Ma qual è esattamente la sua funzione nella Messa? La croce dell’altare e quella astile (collocata su un piedistallo a lato dell’altare se non c’è già sull’altare) hanno una funzione simbolica ed essenziale (non accessoria!) nella celebrazione eucaristica. I simboli liturgici sono usati per rendere visibile l’invisibile, perché – come insegna Dionigi Areopagita (VI sec.) – «è impossibile all’uomo fissare la luce divina se questa non è ricoperta dai sacri veli», cioè dai simboli. Infatti, è impossibile ai fedeli vedere ciò che compie il Celebrante, che è Cristo “nel” sacerdote (!), se non attraverso i segni. Tra questi, la croce è quello principale, perché rivela l’essenza stessa della liturgia: l’attualizzazione nel tempo del mistero di morte e di resurrezione di Cristo, chiamato più brevemente Mistero pasquale (Catechismo, 1067). È quindi sulla croce che deve convergere tutta l’attenzione dei celebranti (sacerdote e fedeli); su di lei riposare lo sguardo degli occhi e del cuore di chi è invitato a partecipare al sacrificio della mensa del Signore. Posta sull’altare attualizza visivamente la profezia di Gesù: «Quando sarò elevato da terra, attirerò tutti a me» (Gv 12,32).

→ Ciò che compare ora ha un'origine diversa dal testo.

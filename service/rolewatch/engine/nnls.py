"""Non-negative least squares for many right-hand sides at once.

RolX (Henderson et al., "RolX: structural role extraction & mining in large graphs",
KDD 2012) refits node-role memberships G >= 0 against a frozen role matrix F, i.e. it
solves ``min ||v_i - g_i F||_2  s.t. g_i >= 0`` for every node i.  Role dynamics
(Rossi et al., WWW 2012 / WSDM 2013) does this for every snapshot, so it must be fast
for hundreds of thousands of nodes.

The solver is the block principal pivoting method of Kim & Park ("Fast nonnegative
matrix factorization: an active-set-like method and comparisons", SIAM J. Sci. Comput.
33(6), 2011), which is exact (it ends at the KKT point, like Lawson-Hanson's active set
method behind :func:`scipy.optimize.nnls`) and works on all rows together: rows that
share the same passive set are solved with one k x k factorisation, so the work is a
loop over distinct passive-set patterns (at most a few dozen in practice), never over
nodes.
"""

from __future__ import annotations

import numpy as np

__all__ = ["nnls_normal", "nnls_rows"]


def _solve_groups(
    gram: np.ndarray,
    rhs: np.ndarray,
    passive: np.ndarray,
    rows: np.ndarray,
    out: np.ndarray,
    cache: dict,
) -> None:
    """Unconstrained least squares on the passive set, one k x k solve per distinct pattern.

    Rows are sorted by pattern so each group is a contiguous slice; the group's solution
    is ``rhs_slice @ M`` with M the inverse of the passive block of the Gram matrix,
    embedded in a k x k matrix of zeros (so inactive variables come out exactly 0).
    ``cache`` maps a pattern code to its matrix, so each pattern is factorised once.
    """
    k = gram.shape[0]
    codes = passive[rows] @ (1 << np.arange(k, dtype=np.int64))
    order = np.argsort(codes, kind="stable")
    sorted_rows = rows[order]
    sorted_codes = codes[order]
    starts = np.flatnonzero(np.r_[True, sorted_codes[1:] != sorted_codes[:-1]])
    ends = np.r_[starts[1:], len(order)]
    block = rhs[sorted_rows]
    result = np.zeros_like(block)
    for start, end in zip(starts, ends, strict=True):
        code = int(sorted_codes[start])
        if code == 0:
            continue
        M = cache.get(code)
        if M is None:
            idx = np.flatnonzero(passive[sorted_rows[start]])
            sub = gram[np.ix_(idx, idx)]
            try:
                inv = np.linalg.solve(sub, np.eye(idx.size))
            except np.linalg.LinAlgError:  # singular: duplicate roles
                inv = np.linalg.pinv(sub, hermitian=True)
            M = np.zeros((k, k))
            M[np.ix_(idx, idx)] = inv
            cache[code] = M
        result[start:end] = block[start:end] @ M
    out[sorted_rows] = result


def nnls_rows(F: np.ndarray, V: np.ndarray, *, max_iter: int | None = None) -> np.ndarray:
    """Solve ``min ||V[i] - G[i] @ F||_2`` with ``G >= 0`` for every row i at once.

    Parameters
    ----------
    F : ndarray, shape (k, f)
        Fixed non-negative role matrix (rows are role profiles).
    V : ndarray, shape (n, f)
        Rows to explain; must be finite.
    max_iter : int, optional
        Safety bound on pivoting rounds (default ``10 * (k + 1)``); the method normally
        ends in a handful of rounds.

    Returns
    -------
    G : ndarray, shape (n, k)
        Non-negative coefficients; equals :func:`scipy.optimize.nnls` row by row up to
        rounding.

    Notes
    -----
    Block principal pivoting (Kim & Park 2011, Algorithm 2 with the "multiple right-hand
    sides" grouping of their Section 4): keep for each row a passive set P, solve the
    unconstrained problem on P, and exchange every infeasible variable between P and its
    complement; when an exchange fails to reduce the number of infeasible variables three
    times in a row, fall back to exchanging only the largest infeasible index, which
    guarantees termination.
    """
    F = np.asarray(F, dtype=np.float64)
    V = np.asarray(V, dtype=np.float64)
    return nnls_normal(F @ F.T, V @ F.T, max_iter=max_iter)


def nnls_normal(gram: np.ndarray, rhs: np.ndarray, *, max_iter: int | None = None) -> np.ndarray:
    """:func:`nnls_rows` from the normal equations: ``gram = F F^T``, ``rhs = V F^T``.

    The solution depends on V only through ``rhs`` (n x k), so a caller holding a large
    V in a compact dtype can form ``rhs`` in row chunks and never hold V as float64.

    Parameters
    ----------
    gram : ndarray, shape (k, k)
    rhs : ndarray, shape (n, k)
    max_iter : int, optional
        As in :func:`nnls_rows`.

    Returns
    -------
    G : ndarray, shape (n, k)
    """
    gram = np.asarray(gram, dtype=np.float64)
    rhs = np.asarray(rhs, dtype=np.float64)
    n, k = rhs.shape[0], gram.shape[0]
    G = np.zeros((n, k))
    if n == 0 or k == 0:
        return G
    scale = max(float(np.abs(gram).max()), 1e-300)
    # Warm start: the passive set is where the unconstrained solution is positive.
    unconstrained = rhs @ np.linalg.pinv(gram, hermitian=True)
    passive = unconstrained > 0
    cache: dict = {}
    _solve_groups(gram, rhs, passive, np.arange(n), G, cache)
    Y = G @ gram - rhs
    Y[passive] = 0.0
    tol = 1e-12 * scale * max(1.0, float(np.abs(G).max(initial=1.0)))
    alpha = np.full(n, 3, dtype=np.int64)
    beta = np.full(n, k + 1, dtype=np.int64)
    limit = max_iter if max_iter is not None else 10 * (k + 1)
    col = np.arange(k)
    pending = np.arange(n)  # rows that changed last round; the others are optimal
    for _ in range(limit):
        Gp, Yp, Pp = G[pending], Y[pending], passive[pending]
        infeasible = (Pp & (Gp < -tol)) | (~Pp & (Yp < -tol))
        counts = infeasible.sum(axis=1)
        keep = counts > 0
        rows = pending[keep]
        if rows.size == 0:
            break
        infeasible = infeasible[keep]
        c = counts[keep]
        improved = c < beta[rows]
        beta[rows[improved]] = c[improved]
        alpha[rows[improved]] = 3
        stalled = ~improved & (alpha[rows] >= 1)
        alpha[rows[stalled]] -= 1
        full = improved | stalled
        flip = np.zeros((rows.size, k), dtype=bool)
        flip[full] = infeasible[full]
        backup = ~full
        if backup.any():
            last = (k - 1) - np.argmax(infeasible[backup][:, ::-1], axis=1)
            flip[np.flatnonzero(backup)[:, None], col[None, :]] = col[None, :] == last[:, None]
        passive[rows] ^= flip
        _solve_groups(gram, rhs, passive, rows, G, cache)
        Yr = G[rows] @ gram - rhs[rows]
        Yr[passive[rows]] = 0.0
        Y[rows] = Yr
        pending = rows
    np.maximum(G, 0.0, out=G)
    return G
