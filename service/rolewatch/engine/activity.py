"""Activity counts and counterparts: the plain numbers an analyst reads beside a role shift.

Everything here is computed with sparse matrix operations on a :class:`Snapshot`. Which
counterparts are new is told by the known-pair history
(:class:`rolewatch.engine.pairs.KnownPairs`) or, without one, by the previous snapshot.
"""

from __future__ import annotations

from dataclasses import dataclass

import numpy as np
import scipy.sparse as sp

from rolewatch.engine.pairs import PairHistory, pair_keys
from rolewatch.engine.snapshot import Snapshot


@dataclass(frozen=True)
class Activity:
    """Per-node counts for one snapshot, in the snapshot's node order.

    Attributes
    ----------
    events_out, events_in : ndarray of int
        Events the account sent / received.
    counterparts : ndarray of int
        Distinct accounts it interacted with, in either direction.
    new_counterparts : ndarray of int
        Counterparts it had no interaction with in the previous snapshot (all of them when
        no previous snapshot is given).
    """

    events_out: np.ndarray
    events_in: np.ndarray
    counterparts: np.ndarray
    new_counterparts: np.ndarray

    @property
    def events(self) -> np.ndarray:
        """Events the account sent or received (the activity that sets its stratum)."""
        return self.events_out + self.events_in


def _undirected_pattern(snapshot: Snapshot) -> sp.csr_matrix:
    pattern = (snapshot.counts != 0).astype(np.int8)
    both = (pattern + pattern.T).tocsr()
    both.data[:] = 1
    return both


def _pattern_in_node_space(previous: Snapshot, current: Snapshot) -> sp.csr_matrix:
    """The previous snapshot's undirected ties, re-indexed onto ``current``'s nodes."""
    mapping = current.index_of(previous.nodes)
    prev = _undirected_pattern(previous).tocoo()
    rows, cols = mapping[prev.row], mapping[prev.col]
    keep = (rows >= 0) & (cols >= 0)
    n = current.n_nodes
    return sp.csr_matrix(
        (np.ones(int(keep.sum()), dtype=np.int8), (rows[keep], cols[keep])), shape=(n, n)
    )


def activity_counts(snapshot: Snapshot, previous: Snapshot | None = None) -> Activity:
    """Events out/in, distinct counterparts and new counterparts for every node.

    Parameters
    ----------
    snapshot : Snapshot
        The current window.
    previous : Snapshot, optional
        The window before; without it every counterpart counts as new.

    Returns
    -------
    Activity
        In ``snapshot``'s node order.
    """
    events_out = np.asarray(snapshot.counts.sum(axis=1)).ravel().round().astype(np.int64)
    events_in = np.asarray(snapshot.counts.sum(axis=0)).ravel().round().astype(np.int64)
    current = _undirected_pattern(snapshot)
    counterparts = np.diff(current.indptr).astype(np.int64)
    if previous is None or previous.n_nodes == 0:
        new = counterparts.copy()
    else:
        known = current.multiply(_pattern_in_node_space(previous, snapshot)).tocsr()
        known.eliminate_zeros()
        new = counterparts - np.diff(known.indptr)
    return Activity(events_out, events_in, counterparts, new)


# Counterpart entries (out and in) of the accounts one listing sorts at once: the top
# counterparts of thousands of busy alerted accounts are listed in groups this large
# (common practice, no source).
TOP_GROUP_ENTRIES = 1 << 21


class Counterparts:
    """Who each account dealt with in a snapshot, ready for many per-account look-ups.

    The previous window's neighbour pattern is built once; each listing takes its accounts'
    rows of the window's counts and weights, and their columns (one pass over the matrix),
    so listing the top counterparts of thousands of alerted accounts costs a few slices and
    never a transposed copy of the whole window's graph.

    Parameters
    ----------
    snapshot : Snapshot
        The current window.
    previous : Snapshot, optional
        The window before, to flag counterparts that are new.
    known : PairHistory, optional
        The known-pair history; when given, a counterpart is new when the pair never
        interacted in any earlier window (``previous`` is then not needed).
    """

    def __init__(
        self,
        snapshot: Snapshot,
        previous: Snapshot | None = None,
        *,
        known: PairHistory | None = None,
    ) -> None:
        self.snapshot = snapshot
        self.previous = previous
        self.known = known
        self._keys = snapshot.node_keys if known is not None else None
        self._counts = snapshot.counts.tocsr()
        self._weights = snapshot.weights.tocsr()
        self._in_degree: np.ndarray | None = None  # stored entries per column, when needed
        self._known = (
            _pattern_in_node_space(previous, snapshot).tocsr()
            if previous is not None and previous.n_nodes
            else None
        )

    def top(self, row: int, *, top: int = 10) -> list[dict]:
        """The accounts ``row`` dealt with most, by event count then weight.

        Parameters
        ----------
        row : int
            The account's row in the snapshot.
        top : int
            Most counterparts listed.

        Returns
        -------
        list of dict
            ``{"account", "direction" (out|in|both), "events", "weight", "new"}`` per
            counterpart, most events first, then most weight; ``new`` means no
            interaction with that account in any earlier window of the known history (or,
            without one, in the previous snapshot).
        """
        return self.top_of(np.array([row]), top=top)[0]

    def top_of(self, rows: np.ndarray, *, top: int = 10) -> list[list[dict]]:
        """:meth:`top` for many rows at once: one slice of each matrix and one sort per group
        of rows holding at most :data:`TOP_GROUP_ENTRIES` counterpart entries, so the
        evidence of a thousand alerts costs a few array operations.

        Parameters
        ----------
        rows : array of int
            Rows of the snapshot.
        top : int
            Most counterparts listed per row.

        Returns
        -------
        list of list of dict
            One list per row, in ``rows`` order, as :meth:`top` returns it.
        """
        rows = np.asarray(rows, dtype=np.int64).reshape(-1)
        if rows.size == 0:
            return []
        groups = self._groups_of(rows)
        if len(groups) > 1:
            return [listed for group in groups for listed in self._top_of(group, top)]
        return self._top_of(rows, top)

    def _groups_of(self, rows: np.ndarray) -> list[np.ndarray]:
        """``rows`` in consecutive groups of at most :data:`TOP_GROUP_ENTRIES` counterpart
        entries (out and in), so the listing's sort and look-ups stay that long."""
        out_degree = np.diff(self._counts.indptr)[rows]
        if out_degree.sum() * 2 <= TOP_GROUP_ENTRIES:
            return [rows]  # in-degrees are not counted for a small listing
        if self._in_degree is None:
            self._in_degree = np.bincount(self._counts.indices, minlength=self.snapshot.n_nodes)
        entries = np.cumsum(out_degree + self._in_degree[rows])
        group = entries // TOP_GROUP_ENTRIES
        cuts = np.flatnonzero(np.diff(group)) + 1
        return np.split(rows, cuts)

    def _top_of(self, rows: np.ndarray, top: int) -> list[list[dict]]:
        """:meth:`top_of` of one group of rows."""
        out_counts, in_counts = self._counts[rows], self._counts[:, rows].T.tocsr()
        counts = (out_counts + in_counts).tocsr()
        counts.sum_duplicates()
        owner = np.repeat(np.arange(rows.size), np.diff(counts.indptr))
        columns, events = counts.indices, counts.data
        n = self.snapshot.n_nodes
        cell = owner * n + columns  # sorted: rows in order, columns sorted in each row
        weights = _values_at(self._weights[rows] + self._weights[:, rows].T, n, cell)
        order = np.lexsort((-weights, -events, owner))
        starts = np.searchsorted(owner[order], np.arange(rows.size))
        rank = np.arange(order.size) - starts[owner[order]]
        listed = order[rank < top]
        sends = _values_at(out_counts, n, cell[listed], pattern=True)
        receives = _values_at(in_counts, n, cell[listed], pattern=True)
        new = self._new_flags(rows, owner[listed], columns[listed], cell[listed])
        result: list[list[dict]] = [[] for _ in range(rows.size)]
        nodes = self.snapshot.nodes
        for at, out, into, is_new in zip(
            listed.tolist(), sends.tolist(), receives.tolist(), new.tolist(), strict=True
        ):
            result[int(owner[at])].append(
                {
                    "account": str(nodes[columns[at]]),
                    "direction": "both" if out and into else ("out" if out else "in"),
                    "events": int(round(events[at])),
                    "weight": float(weights[at]),
                    "new": is_new,
                }
            )
        return result

    def _new_flags(
        self, rows: np.ndarray, owner: np.ndarray, column: np.ndarray, cell: np.ndarray
    ) -> np.ndarray:
        """Whether each listed pair (``rows[owner]``, ``column``; ``cell`` its flat place in
        the row block) is new: never seen in the known history, or (without one) absent
        from the previous snapshot; all False without either."""
        if self.known is not None and self._keys is not None:
            return ~self.known.contains(pair_keys(self._keys[column], self._keys[rows[owner]]))
        if self.previous is None:
            return np.zeros(owner.size, dtype=bool)
        if self._known is None:
            return np.ones(owner.size, dtype=bool)
        n = self.snapshot.n_nodes
        return ~_values_at(self._known[rows], n, cell, pattern=True)


def _values_at(
    block: sp.spmatrix, n: int, cells: np.ndarray, *, pattern: bool = False
) -> np.ndarray:
    """Entries of a row block at flat ``row * n + column`` cells (0 where none is stored),
    without densifying it; with ``pattern``, whether an entry is stored at all."""
    block = sp.csr_matrix(block)
    block.sum_duplicates()  # sorted, distinct column indices
    stored = np.repeat(np.arange(block.shape[0]), np.diff(block.indptr)) * n + block.indices
    found = np.zeros(cells.size, dtype=bool)
    values = np.zeros(cells.size)
    if stored.size:
        position = np.minimum(np.searchsorted(stored, cells), stored.size - 1)
        found = stored[position] == cells
        values[found] = block.data[position[found]]
    return found if pattern else values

La posizione sull’altare, quindi, sembra preferibile a quella che la pone al suo lato e, per le ragioni appena espresse, non dovrebbe affatto essere fattore di disturbo – come spiegava un noto teologo (J. Ratzinger); anzi, può essere una buona “terapia liturgica di gruppo” per non cadere nell’eresia del clericocentrismo, in cui tutta l’attenzione nella Messa è concentrata sul prete.
Segno della funzione essenziale della croce sono anche i gesti di venerazione che le sono attribuiti: entra solenne nella processione d’ingresso per indicare che Cristo entra in mezzo al suo popolo come Re, Vittima e Sacerdote, ed è tenuta in alto, affinché «tutti volgano lo sguardo a colui che hanno trafitto» (Gv 19,37) e comprendano che la salvezza ci è donata dalla croce; giunta all’altare, o posta sopra di esso, è incensata ancor prima dell’altare e, ancora, quando le offerte sono state preparate sulla mensa (OGMR, 277); terminata l’eucaristia, «conviene che rimanga vicino all’altare anche fuori delle celebrazioni liturgiche, per ricordare alla mente dei fedeli la salvifica Passione del Signore» (OGMR 308); ad essa, infine, è riservata la genuflessione il venerdì santo, come al SS. Sacramento, in segno di adorazione (OGMR 274).

Concludiamo con la consueta provocazione. Un giorno lessi su una rivista la testimonianza di un giovane prete: diceva che affrontava la messa come un round di boxe, in cui una volta salito all’altare doveva cercare in tutti i modi di tener alta l’attenzione dei suoi fedeli (come non capirlo: tanti, ancora, giudicano una messa ben riuscita se il prete è stato brillante!). Quel giovane prete mi fece pensare alla storia dell’Asino delle reliquie narrata da Santa Teresa di Lisieux: vestito a festa per portare le reliquie dei santi in processione e vedendo che al suo passaggio tutti si mettevano in ginocchio e si facevano il segno della croce, l’asino si convinse di essere Dio! Attenzione però anche a noi fedeli: non scambiamo l’“asino” – con tutto rispetto per i sacerdoti e ricordando che tale si definiva anche il nostro don Oreste Benzi! – con Colui che porta sulla schiena!
Elisabetta Casadei

* Le catechesi liturgiche si tengono ogni domenica in Cattedrale alle 10.50 (prima della Messa).